§ **Work request**: In the material below, find the line with "export interface StaffMember" and the line with "export interface FamilyVisitor", then output those two lines and every line between them, exactly.
Material for the task Start Marker
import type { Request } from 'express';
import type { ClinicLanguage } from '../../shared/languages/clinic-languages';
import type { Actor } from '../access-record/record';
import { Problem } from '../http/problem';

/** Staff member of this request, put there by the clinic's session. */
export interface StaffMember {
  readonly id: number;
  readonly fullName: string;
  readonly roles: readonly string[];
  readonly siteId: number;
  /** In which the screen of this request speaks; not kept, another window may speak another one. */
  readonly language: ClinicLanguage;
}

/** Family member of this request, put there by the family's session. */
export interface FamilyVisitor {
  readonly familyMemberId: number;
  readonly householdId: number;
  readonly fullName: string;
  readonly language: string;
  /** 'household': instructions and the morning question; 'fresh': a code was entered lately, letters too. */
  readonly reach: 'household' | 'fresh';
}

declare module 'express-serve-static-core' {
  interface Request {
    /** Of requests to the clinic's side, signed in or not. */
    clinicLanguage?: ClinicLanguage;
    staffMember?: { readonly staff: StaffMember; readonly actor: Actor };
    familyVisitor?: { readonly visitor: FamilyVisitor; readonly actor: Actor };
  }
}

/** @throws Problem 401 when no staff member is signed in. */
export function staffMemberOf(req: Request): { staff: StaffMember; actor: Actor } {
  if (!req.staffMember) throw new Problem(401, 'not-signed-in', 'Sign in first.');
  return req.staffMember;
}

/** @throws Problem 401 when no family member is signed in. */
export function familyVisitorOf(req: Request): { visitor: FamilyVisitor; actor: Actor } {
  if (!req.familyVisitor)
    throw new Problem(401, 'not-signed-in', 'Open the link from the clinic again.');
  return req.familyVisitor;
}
Material for the task End Marker
Material for the task Start Marker
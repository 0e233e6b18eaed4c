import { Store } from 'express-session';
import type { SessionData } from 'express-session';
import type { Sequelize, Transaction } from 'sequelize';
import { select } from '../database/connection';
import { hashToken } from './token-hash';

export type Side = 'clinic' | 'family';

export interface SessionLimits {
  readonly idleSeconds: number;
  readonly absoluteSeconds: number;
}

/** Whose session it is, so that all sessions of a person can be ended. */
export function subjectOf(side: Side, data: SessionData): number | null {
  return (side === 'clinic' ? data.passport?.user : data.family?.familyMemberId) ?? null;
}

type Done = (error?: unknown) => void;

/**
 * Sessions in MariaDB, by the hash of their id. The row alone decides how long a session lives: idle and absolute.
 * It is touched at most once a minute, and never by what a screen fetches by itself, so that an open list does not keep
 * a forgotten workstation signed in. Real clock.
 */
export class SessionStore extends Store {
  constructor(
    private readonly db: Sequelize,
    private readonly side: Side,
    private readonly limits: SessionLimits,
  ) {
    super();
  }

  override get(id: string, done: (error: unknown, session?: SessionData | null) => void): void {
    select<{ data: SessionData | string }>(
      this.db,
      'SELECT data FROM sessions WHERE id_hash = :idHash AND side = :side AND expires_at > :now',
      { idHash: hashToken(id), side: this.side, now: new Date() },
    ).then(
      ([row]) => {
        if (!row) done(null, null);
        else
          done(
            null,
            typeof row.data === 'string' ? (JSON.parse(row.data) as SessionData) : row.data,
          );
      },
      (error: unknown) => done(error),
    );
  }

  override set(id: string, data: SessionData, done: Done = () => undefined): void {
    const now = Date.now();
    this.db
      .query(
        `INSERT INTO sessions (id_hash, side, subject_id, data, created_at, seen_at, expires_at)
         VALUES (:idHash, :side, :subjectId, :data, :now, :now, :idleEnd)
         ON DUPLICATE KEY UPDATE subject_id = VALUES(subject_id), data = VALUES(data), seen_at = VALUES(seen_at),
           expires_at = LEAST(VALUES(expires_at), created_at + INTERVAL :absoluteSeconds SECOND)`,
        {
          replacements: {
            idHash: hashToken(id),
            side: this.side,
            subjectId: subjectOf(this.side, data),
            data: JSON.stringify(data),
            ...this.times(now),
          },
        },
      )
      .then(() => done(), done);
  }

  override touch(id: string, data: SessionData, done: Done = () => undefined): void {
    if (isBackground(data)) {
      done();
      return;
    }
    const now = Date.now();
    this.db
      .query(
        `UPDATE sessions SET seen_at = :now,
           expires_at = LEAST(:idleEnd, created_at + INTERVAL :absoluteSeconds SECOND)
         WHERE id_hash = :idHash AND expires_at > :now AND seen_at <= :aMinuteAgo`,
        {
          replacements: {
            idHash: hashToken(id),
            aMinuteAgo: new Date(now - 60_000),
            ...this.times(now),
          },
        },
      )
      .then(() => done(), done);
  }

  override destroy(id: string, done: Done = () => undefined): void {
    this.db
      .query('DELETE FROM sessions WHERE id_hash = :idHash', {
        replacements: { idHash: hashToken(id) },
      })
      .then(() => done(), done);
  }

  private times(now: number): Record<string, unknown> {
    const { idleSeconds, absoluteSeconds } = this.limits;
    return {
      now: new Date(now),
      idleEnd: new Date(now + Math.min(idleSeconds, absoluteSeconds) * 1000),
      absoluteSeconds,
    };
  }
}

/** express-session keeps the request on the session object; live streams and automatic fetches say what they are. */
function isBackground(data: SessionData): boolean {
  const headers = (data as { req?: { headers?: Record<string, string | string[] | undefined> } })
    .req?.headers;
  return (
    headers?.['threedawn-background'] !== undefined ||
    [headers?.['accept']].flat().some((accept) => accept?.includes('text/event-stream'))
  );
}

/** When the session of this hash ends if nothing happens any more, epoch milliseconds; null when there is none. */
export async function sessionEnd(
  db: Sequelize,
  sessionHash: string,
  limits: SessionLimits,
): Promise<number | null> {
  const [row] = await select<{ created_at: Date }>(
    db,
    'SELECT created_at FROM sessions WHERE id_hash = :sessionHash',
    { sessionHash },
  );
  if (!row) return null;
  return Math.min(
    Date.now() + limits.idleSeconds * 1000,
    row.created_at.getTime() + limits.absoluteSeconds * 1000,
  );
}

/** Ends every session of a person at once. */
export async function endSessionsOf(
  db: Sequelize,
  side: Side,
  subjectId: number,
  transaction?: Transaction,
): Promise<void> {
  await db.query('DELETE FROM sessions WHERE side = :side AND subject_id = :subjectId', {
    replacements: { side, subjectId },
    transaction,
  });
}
Material for the task End Marker
§ **Your response**:
export interface StaffMember {
  readonly id: number;
  readonly fullName: string;
  readonly roles: readonly string[];
  readonly siteId: number;
  /** In which the screen of this request speaks; not kept, another window may speak another one. */
  readonly language: ClinicLanguage;
}

/** Family member of this request, put there by the family's session. */
export interface FamilyVisitor {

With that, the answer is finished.